5385351 2000-08-22 06:23 /175 rader/ Brevbäraren (som är implementerad i) Python
Mottagare: Bugtraq (import) <12338>
Ärende: Security Update: Netscape java security bug
------------------------------------------------------------
From: Technical Support <support@PHOENIX.CALDERASYSTEMS.COM>
To: BUGTRAQ@SECURITYFOCUS.COM
Message-ID: <20000821165939.A1183@phoenix.calderasystems.com>
-----BEGIN PGP SIGNED MESSAGE-----
Hash: SHA1
- -----BEGIN PGP SIGNED MESSAGE-----
Hash: SHA1
______________________________________________________________________________
Caldera Systems, Inc.
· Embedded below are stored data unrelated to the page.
import { BadRequestException, Injectable } from '@nestjs/common';
import type {
  AttendanceReport,
  BacklogReport,
  BacklogWhatIfResponse,
  ChairUseReport,
  EstimateAccuracyReport,
  Level,
  OpeningHours,
  OperatorUseReport,
  PracticeSettings,
  ReferralsReport,
  ReportRange,
  ReportSettings,
} from '@ostium/shared';
import { DEFAULT_LATE_CANCEL_NOTICE_HOURS } from '@ostium/shared';
import { DateTime } from 'luxon';
import { QueryTypes } from 'sequelize';
import { Sequelize } from 'sequelize-typescript';
import { calibrationOptions } from '../estimates/estimator/index.js';
import { EstimatesService } from '../estimates/estimates.service.js';
import { PracticesService } from '../practices/practices.service.js';
import { attendance, type AttendanceVisit } from './attendance.util.js';
import { backlogForecast, levelAverages, type BacklogCases, type BacklogFigures, type BacklogLevel, type LevelSample, type LocationCapacity, type WhatIf } from './backlog.util.js';
import { chairUse, type ChairBooking, type ReportChair } from './chair-use.util.js';
import type { BacklogQueryDto, BacklogWhatIfDto, ReportQueryDto } from './dto/report-query.dto.js';
import { estimateAccuracy, type AccuracyVisit, type DoneVisit } from './estimate-accuracy.util.js';
import { operatorDays, operatorUse, type OperatorBooking, type ReportOperator } from './operator-use.util.js';
import { referralsReport, WAITING_STATUSES, type ReportReferral } from './referrals-report.util.js';
import { BACKLOG_AVERAGE_DAYS, BACKLOG_HORIZON_WEEKS, MAX_RANGE_DAYS } from './report-constants.js';
import { DAY_MS, formatLocalDate, parseLocalDate, zoneClockToday, type ReportLocation, type ReportWorkingRule } from './report-time.util.js';

type Json<T> = T | string;
const json = <T>(v: Json<T> | null): T | null => (v === null ? null : typeof v === 'string' ? (JSON.parse(v) as T) : v);
/** Epoch seconds from SQL (TIMESTAMPDIFF from 1970, independent of the session zone) → epoch ms. */
const ms = (v: unknown): number | null => (v === null || v === undefined ? null : Number(v) * 1000);
const EPOCH = (col: string) => `TIMESTAMPDIFF(SECOND, '1970-01-01', ${col})`;

interface NativeConnection {
  query(options: { sql: string; namedPlaceholders: true }, values: Record<string, unknown>): Promise<unknown>;
}

const bad = (field: string, message: string) => new BadRequestException({ message, errors: [{ field, message }] });

interface Context {
  span: { from: string; to: string };
  /** Instants that surely hold every local day of the range in any zone (a day's margin each side). */
  lo: Date;
  hi: Date;
  locations: ReportLocation[];
  chairs: ReportChair[];
}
Security Advisory
Subject: Netscape java security bug
Advisory number: CSSA-2000-027.1
Issue date: 2000 August, 21
Cross reference:
______________________________________________________________________________
1. Problem Description
Recently, a problem in netscape's java libraries was discovered
that allows an applet to act as a web server on your machine,
exposing all files on your system to the world.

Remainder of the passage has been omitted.